▽
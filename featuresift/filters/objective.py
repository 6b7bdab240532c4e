"""A wrapper objective with a redundancy term: ``score - weight * redundancy within the subset``.

Registered as ``redundancy_penalized`` (YAML ``objective: {name: redundancy_penalized,
weight: 0.05}``). The redundancy of a subset is the mean (or maximum) absolute Pearson
correlation over its pairs of columns; a subset of 0 or 1 column has redundancy 0.

The objective needs the data. It is built either

* directly, with a precomputed matrix: ``RedundancyPenalizedObjective(weight=0.05,
  correlation=abs_correlation_matrix(X))``, or :meth:`RedundancyPenalizedObjective.from_data`;
* from a configuration (name and weight only), after which the code that holds the
  data calls :meth:`RedundancyPenalizedObjective.bind` with the candidate matrix
  ``X`` before the search. Valuing a subset before that raises a clear
  :class:`~featuresift.errors.InputError`.

Leakage: the correlation matrix uses ``X`` only, never the target, so computing it
on all rows (the CV test folds included) gives the search no information about the
labels of held-out rows; like the acquisition cost, it is a fixed property of each
candidate subset.
"""

from __future__ import annotations

from typing import Any

import numpy as np

from featuresift.engine.records import Evaluation
from featuresift.errors import InputError
from featuresift.filters.redundancy import abs_correlation_matrix
from featuresift.objectives import BaseObjective, register_objective

__all__ = ["RedundancyPenalizedObjective"]


@register_objective
class RedundancyPenalizedObjective(BaseObjective):
    """Mean CV score minus ``weight`` times the subset's within-subset redundancy.

    Parameters
    ----------
    weight : float, default=0.1
        Score units given up per unit of mean |correlation|; >= 0.
    correlation : array-like of shape (n_features, n_features), optional
        Absolute correlation matrix of the candidate columns (see :meth:`bind`).
    aggregate : {"mean", "max"}, default="mean"
        Mean or largest |correlation| over the pairs of the subset.

    Examples
    --------
    >>> C = np.array([[1.0, 0.9, 0.1], [0.9, 1.0, 0.3], [0.1, 0.3, 1.0]])
    >>> obj = RedundancyPenalizedObjective(weight=0.5, correlation=C)
    >>> round(obj.value(Evaluation((0, 1, 2), (0.8,)), cost=3.0), 6)
    0.583333
    >>> obj.value(Evaluation((2,), (0.7,)), cost=1.0)
    0.7
    """

    name = "redundancy_penalized"

    def __init__(self, weight: float = 0.1, correlation: Any = None,
                 aggregate: str = "mean") -> None:
        if isinstance(weight, bool) or not isinstance(weight, (int, float)) or not weight >= 0:
            raise InputError(f"objective.weight must be a number >= 0, got {weight!r}",
                             key="objective.weight")
        if aggregate not in ("mean", "max"):
            raise InputError(f"objective.aggregate must be 'mean' or 'max', got {aggregate!r}",
                             key="objective.aggregate")
        self.weight = float(weight)
        self.aggregate = aggregate
        self.correlation: np.ndarray | None = None
        if correlation is not None:
            self._set_matrix(correlation)

    def _set_matrix(self, correlation: Any) -> None:
        C = np.abs(np.asarray(correlation, dtype=float))
        if C.ndim != 2 or C.shape[0] != C.shape[1]:
            raise InputError(f"the correlation matrix must be square, got shape {C.shape}")
        if np.isnan(C).any():
            raise InputError("the correlation matrix contains NaN")
        self.correlation = C

    @classmethod
    def from_data(cls, X: Any, weight: float = 0.1,
                  aggregate: str = "mean") -> RedundancyPenalizedObjective:
        """Build with the absolute Pearson correlations of the columns of ``X``."""
        return cls(weight=weight, aggregate=aggregate).bind(X)

    def bind(self, X: Any) -> RedundancyPenalizedObjective:
        """Compute the correlation matrix from the candidate matrix ``X``; returns self."""
        arr = np.asarray(X.to_numpy() if hasattr(X, "to_numpy") else X, dtype=float)
        if arr.ndim != 2:
            raise InputError(f"X must be 2-dimensional, got shape {arr.shape}")
        self._set_matrix(abs_correlation_matrix(arr))
        return self

    def prepare(self, X: Any, y: Any) -> None:
        """Bind to the problem's candidate matrix unless a matrix was given."""
        super().prepare(X, y)
        if self.correlation is None:
            self.bind(X)

    def redundancy(self, subset: tuple[int, ...]) -> float:
        """Mean (or max) |correlation| over the pairs of ``subset`` (0 below 2 columns)."""
        if self.correlation is None:
            raise InputError(
                "objective 'redundancy_penalized' has no data: build it with a correlation "
                "matrix or call .bind(X) with the candidate columns before the search",
                key="objective",
            )
        if len(subset) < 2:
            return 0.0
        idx = np.asarray(subset, dtype=np.intp)
        if idx.max() >= self.correlation.shape[0]:
            raise InputError(f"subset column {int(idx.max())} is outside the "
                             f"{self.correlation.shape[0]}-column correlation matrix")
        vals = self.correlation[np.ix_(idx, idx)][np.triu_indices(idx.size, 1)]
        return float(vals.max() if self.aggregate == "max" else vals.mean())

    def value(self, evaluation: Evaluation, cost: float) -> float:
        return evaluation.mean - self.weight * self.redundancy(evaluation.subset)

    def describe(self) -> dict:
        return {"name": self.name, "weight": self.weight, "aggregate": self.aggregate}
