"""Shared helpers of the filters: input checks, task detection, discretisation, costs.

Nothing here is public; the public functions of :mod:`featuresift.filters` validate
their input with :func:`check_xy` so that every filter reports bad input the same way
(an :class:`~featuresift.errors.InputError` naming the column or argument).
"""

from __future__ import annotations

from collections.abc import Sequence
from typing import Any

import numpy as np

from featuresift.costs import CostModel, make_cost_model
from featuresift.errors import InputError
from featuresift.problem import _as_2d_float

TASKS = ("classification", "regression")

# A column is treated as discrete (used as-is, not binned) when all its values are
# integers and it has at most this many distinct values.
DEFAULT_MAX_LEVELS = 10


def check_xy(X: Any, y: Any, allow_nan: bool = True) -> tuple[np.ndarray, np.ndarray, list[str]]:
    """Float 2-D ``X`` (C order), 1-D ``y`` and column names; raises InputError."""
    arr, names = _as_2d_float(X)
    if names is None:
        names = [f"x{i}" for i in range(arr.shape[1])]
    yy = np.asarray(y.to_numpy() if hasattr(y, "to_numpy") else y)
    if yy.ndim != 1 or yy.shape[0] != arr.shape[0]:
        raise InputError(
            f"y must be 1-dimensional with {arr.shape[0]} values, got shape {yy.shape}"
        )
    if np.isinf(arr).any():
        col = int(np.where(np.isinf(arr).any(axis=0))[0][0])
        raise InputError(f"column '{names[col]}' contains an infinite value")
    if not allow_nan and np.isnan(arr).any():
        col = int(np.where(np.isnan(arr).any(axis=0))[0][0])
        raise InputError(f"column '{names[col]}' contains NaN (missing values are not allowed "
                         "here)")
    return np.ascontiguousarray(arr), yy, names


def infer_task(y: np.ndarray, task: str | None) -> str:
    """``task`` if given; else "classification" for integer, boolean or text labels and
    "regression" for floating-point targets (as scikit-learn's ``type_of_target``
    treats integers as classes)."""
    if task is not None:
        if task not in TASKS:
            raise InputError(f"task must be one of {TASKS}, got {task!r}")
        return task
    return "classification" if y.dtype.kind in "biuOUS" else "regression"


def encode_labels(y: np.ndarray, where: str = "y") -> tuple[np.ndarray, int]:
    """Integer codes 0..k-1 of a label vector, and k."""
    if y.dtype.kind == "f" and np.isnan(y).any():
        raise InputError(f"{where} contains NaN; remove those rows first")
    _, codes = np.unique(y, return_inverse=True)
    return codes.astype(np.intp), int(codes.max()) + 1 if codes.size else 0


def numeric_target(y: np.ndarray) -> np.ndarray:
    """The target as floats (regression scorers); raises InputError when not numeric."""
    try:
        out = np.asarray(y, dtype=float)
    except (TypeError, ValueError):
        raise InputError("this scorer needs a numeric target y") from None
    if np.isnan(out).any():
        raise InputError("y contains NaN; remove those rows first")
    return out


def is_discrete_column(col: np.ndarray, max_levels: int = DEFAULT_MAX_LEVELS) -> bool:
    """Integer-valued with at most ``max_levels`` distinct (non-NaN) values."""
    v = col[~np.isnan(col)]
    if v.size == 0:
        return True
    return bool(np.all(v == np.round(v)) and np.unique(v).size <= max_levels)


def discretize_column(
    col: np.ndarray, n_bins: int = 5, max_levels: int = DEFAULT_MAX_LEVELS
) -> np.ndarray:
    """Integer codes of one column; -1 marks NaN.

    Discrete columns (see :func:`is_discrete_column`) keep their levels. Other columns
    are cut into ``n_bins`` quantile bins: edges are the ``k/n_bins`` sample quantiles
    (linear interpolation, ``numpy.quantile``), repeated edges are merged, and a value
    equal to an edge goes to the upper bin.
    """
    out = np.full(col.shape[0], -1, dtype=np.intp)
    ok = ~np.isnan(col)
    v = col[ok]
    if v.size == 0:
        return out
    if is_discrete_column(v, max_levels):
        _, codes = np.unique(v, return_inverse=True)
    else:
        inner = np.unique(np.quantile(v, np.linspace(0, 1, n_bins + 1)[1:-1]))
        codes = np.searchsorted(inner, v, side="right")
        _, codes = np.unique(codes, return_inverse=True)
    out[ok] = codes
    return out


def discretize_matrix(
    X: np.ndarray, n_bins: int = 5, max_levels: int = DEFAULT_MAX_LEVELS
) -> np.ndarray:
    """:func:`discretize_column` applied to every column, vectorised over columns.

    Gives exactly the codes of :func:`discretize_column` (tested) with array
    operations on the transposed matrix (each column contiguous); only discrete
    columns and columns with NaN are handled one at a time.
    """
    X = np.asarray(X, dtype=float)
    n, p = X.shape
    codes = np.empty((p, n), dtype=np.intp)
    has_nan = np.isnan(X).any(axis=0)
    for j in np.where(has_nan)[0]:
        codes[j] = discretize_column(X[:, j], n_bins, max_levels)
    clean = np.where(~has_nan)[0]
    if clean.size == 0 or n == 0:
        return codes.T
    XT = np.ascontiguousarray(X[:, clean].T)  # (c, n)
    integer = np.where((XT == np.round(XT)).all(axis=1))[0]
    discrete = np.zeros(clean.size, bool)
    if integer.size:
        srt = np.sort(XT[integer], axis=1)
        n_levels = (np.diff(srt, axis=1) != 0).sum(axis=1) + 1
        discrete[integer[n_levels <= max_levels]] = True
    for i in np.where(discrete)[0]:
        codes[clean[i]] = np.unique(XT[i], return_inverse=True)[1]
    cont = np.where(~discrete)[0]
    if cont.size:
        Xk = XT[cont]
        edges = np.quantile(Xk, np.linspace(0, 1, n_bins + 1)[1:-1], axis=1)  # (b, c)
        edges = edges.reshape(-1, cont.size)
        fresh = np.vstack([np.ones((1, cont.size), bool), np.diff(edges, axis=0) != 0])
        raw = np.zeros(Xk.shape, dtype=np.intp)
        for k in range(edges.shape[0]):
            raw += (Xk >= edges[k][:, None]) & fresh[k][:, None]
        # Relabel so that empty bins are skipped (as np.unique's inverse does).
        width = edges.shape[0] + 1
        rows = np.arange(cont.size)[:, None]
        present = np.zeros((cont.size, width), bool)
        present[rows, raw] = True
        remap = np.cumsum(present, axis=1) - 1
        codes[clean[cont]] = remap[rows, raw]
    return codes.T


def joint_tables(codes: np.ndarray, target: np.ndarray, n_target: int) -> np.ndarray:
    """Contingency tables of every column against an integer target, shape (p, L, k).

    Rows whose column code is -1 (missing) are left out of that column's table.
    """
    n, p = codes.shape
    levels = int(codes.max()) + 1 if codes.size else 1
    safe = np.where(codes < 0, levels, codes)  # missing -> a trash level, dropped below
    idx = (np.arange(p)[None, :] * (levels + 1) + safe) * n_target + target[:, None]
    tab = np.bincount(idx.ravel(), minlength=p * (levels + 1) * n_target)
    return tab.reshape(p, levels + 1, n_target)[:, :levels, :].astype(float)


def plugin_mi_tables(tables: np.ndarray) -> np.ndarray:
    """Plug-in mutual information (nats) of each (L, k) table in a (p, L, k) stack."""
    n = tables.sum(axis=(1, 2))
    a = tables.sum(axis=2, keepdims=True)
    b = tables.sum(axis=1, keepdims=True)
    with np.errstate(divide="ignore", invalid="ignore"):
        terms = tables * (np.log(tables) + np.log(n)[:, None, None] - np.log(a) - np.log(b))
    terms[tables == 0] = 0.0
    with np.errstate(invalid="ignore"):
        mi = terms.sum(axis=(1, 2)) / n
    return np.maximum(np.nan_to_num(mi, nan=0.0), 0.0)


def check_positive_int(value: Any, name: str, minimum: int = 1) -> int:
    """``value`` as an int >= ``minimum``; InputError naming ``name`` otherwise."""
    if isinstance(value, bool) or not isinstance(value, (int, np.integer)) or value < minimum:
        raise InputError(f"{name} must be an integer >= {minimum}, got {value!r}")
    return int(value)


def cost_arrays(cost_model: CostModel) -> tuple[np.ndarray, np.ndarray, np.ndarray]:
    """Per-column panel id (-1: none), per-column own price, per-panel price.

    Lets filters compute panel-aware marginal costs for thousands of candidates
    with array operations; totals are cross-checked against
    :meth:`CostModel.cost` by the callers that spend a budget.
    """
    names = cost_model.feature_names
    panel_ids = {p: k for k, p in enumerate(cost_model.panels)}
    panel = np.array([panel_ids.get(cost_model.panel_of(n) or "", -1) for n in names],
                     dtype=np.intp)
    own = np.array([cost_model.feature_costs.get(n, 0.0) for n in names], dtype=float)
    pprice = np.array([c for c, _ in cost_model.panels.values()], dtype=float)
    return panel, own, pprice


def standalone_costs(cost_model: CostModel) -> np.ndarray:
    """Cost of measuring each feature alone (its panel's price for panel members)."""
    panel, own, pprice = cost_arrays(cost_model)
    out = own.copy()
    inpanel = panel >= 0
    out[inpanel] = pprice[panel[inpanel]]
    return out


def shared_costs(cost_model: CostModel) -> np.ndarray:
    """Each feature's share of its panel price (price / panel size); own price otherwise."""
    panel, own, pprice = cost_arrays(cost_model)
    out = own.copy()
    if pprice.size:
        sizes = np.bincount(panel[panel >= 0], minlength=pprice.size)
        inpanel = panel >= 0
        out[inpanel] = pprice[panel[inpanel]] / sizes[panel[inpanel]]
    return out


COST_BASES = ("standalone", "shared")


def unit_costs(cost_model: CostModel, basis: str) -> np.ndarray:
    """Per-feature cost on the chosen basis ("standalone" or "shared")."""
    if basis == "standalone":
        return standalone_costs(cost_model)
    if basis == "shared":
        return shared_costs(cost_model)
    raise InputError(f"cost_basis must be one of {COST_BASES}, got {basis!r}")


def resolve_cost_model(cost_model: Any, names: Sequence[str]) -> CostModel:
    """The given costs as a cost model (checked against the columns); None: uniform cost 1."""
    if cost_model is None:
        return CostModel.uniform(list(names))
    if not isinstance(cost_model, CostModel):
        return make_cost_model(list(names), cost_model)
    if list(cost_model.feature_names) != list(names):
        if len(cost_model.feature_names) != len(names):
            raise InputError(
                f"the cost model has {len(cost_model.feature_names)} features but X has "
                f"{len(names)} columns"
            )
        if all(n.startswith("x") for n in names) and names == [f"x{i}" for i in
                                                                   range(len(names))]:
            # Plain arrays carry no names: trust the cost model's order.
            return cost_model
        raise InputError("the cost model's features must be the columns of X, in order")
    return cost_model


def per_cost(values: np.ndarray, costs: np.ndarray) -> np.ndarray:
    """``values / costs`` with ``+inf`` for free features with positive value (0 for 0/0)."""
    out = np.empty_like(values, dtype=float)
    free = costs <= 0
    with np.errstate(divide="ignore", invalid="ignore"):
        out[~free] = values[~free] / costs[~free]
    out[free] = np.where(values[free] > 0, np.inf, np.where(values[free] < 0, -np.inf, 0.0))
    return out
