def _sample(c: Call, rows: Val) -> Val | None:
    """``df.sample(frac=1)`` shuffles (the same rows); with ``replace=True`` it duplicates
    rows; a fraction below one is the first part of a split (the rest via ``drop``)."""
    if c.flag("replace"):
        idx = c.flow.event("resample", rows, c.line, cls="DataFrame.sample(replace=True)")
        return rows.tainted(frozenset({idx}))
    frac = c.literal("frac")
    if frac == 1 or (frac is None and not c.args and "n" not in c.kw):
        return rows
    role = VALID if rows.role == TRAIN else TRAIN
    return c.flow.part(rows, role, f"D@{c.site()}:a", c.line, "df.sample")


def _drop(c: Call, rows: Val) -> Val | None:
    by = (
        c.e.args[0] if c.e.args else next((k.value for k in c.e.keywords if k.arg == "index"), None)
    )
    if isinstance(by, ast.Attribute) and by.attr == "index":
        other = c.flow.ev(by.value)
        if other is not None and other.kind == "rows" and other.prov[:-1] == rows.prov:
            side = other.prov[-1][:-1] + "b" if other.prov else "drop"
            role = TEST if other.role == TRAIN else TRAIN
            return c.flow.part(rows, role, side, c.line, "df.drop(part.index)")
    taint = frozenset().union(*(a.taint for a in _stats_of(c)))
    c.flow.applied |= taint
    return rows.tainted(taint)


def _stats_of(c: Call) -> list[Val]:
    return [a for a in [*c.args, *c.kw.values()] if a is not None and a.kind == "stat"]


def _query(c: Call, rows: Val) -> Val | None:
    if c.e.args and isinstance(c.e.args[0], ast.Constant):
        text = str(c.e.args[0].value).lower()
        for role, words in (
            (TRAIN, ("train", "training")),
            (VALID, ("valid", "val", "validation")),
            (TEST, ("test", "holdout")),
        ):
            if any(re.search(rf"['\"]{w}['\"]", text) for w in words):
                part = TEST if "!=" in text and role == TRAIN else role
                return c.flow.part(rows, part, f"Q@{c.site()}:{part}", c.line, "df.query")
    return rows


def _groupby(c: Call, rows: Val) -> Val:
    """A grouped statistic (``df.groupby("city")["y"].transform("mean")``): a statistic of the
    rows, naming the column it aggregates once subscripted."""
    return Val("stat", rows.role, rows.prov, rows.trail, cls="groupby")


def _rows_apply(c: Call, rows: Val) -> Val | None:
    """Any other method of rows (fillna, clip, where, replace, ...): a statistic among its
    arguments is applied to the rows."""
    taint = c.flow.stat_use([rows, *c.args, *c.kw.values()], c.line, [rows])
    if c.name in ("value_counts", "nunique", "count", "isna", "isnull", "head"):
        return None
    return rows.tainted(taint)


ROWS_METHODS: dict[str, Callable[[Call, Val], Val | None]] = {
    **dict.fromkeys(REDUCTIONS, _reduce),
    "corr": _corr,
    "corrwith": _corr,
    "sample": _sample,
    "drop": _drop,
    "query": _query,
    "groupby": _groupby,
}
△
Activity
Give again, word for word, the records from their first line to the one with "maximum) absolute Pearson", and leave out all else.

Problem solution
filename featuresift/filters/objective.py
repository 6b7bdab240532c4e
"""A wrapper objective with a redundancy term: ``score - weight * redundancy within the subset``.

Registered as ``redundancy_penalized`` (YAML ``objective: {name: redundancy_penalized,
weight: 0.05}``). The redundancy of a subset is the mean (or maximum) absolute Pearson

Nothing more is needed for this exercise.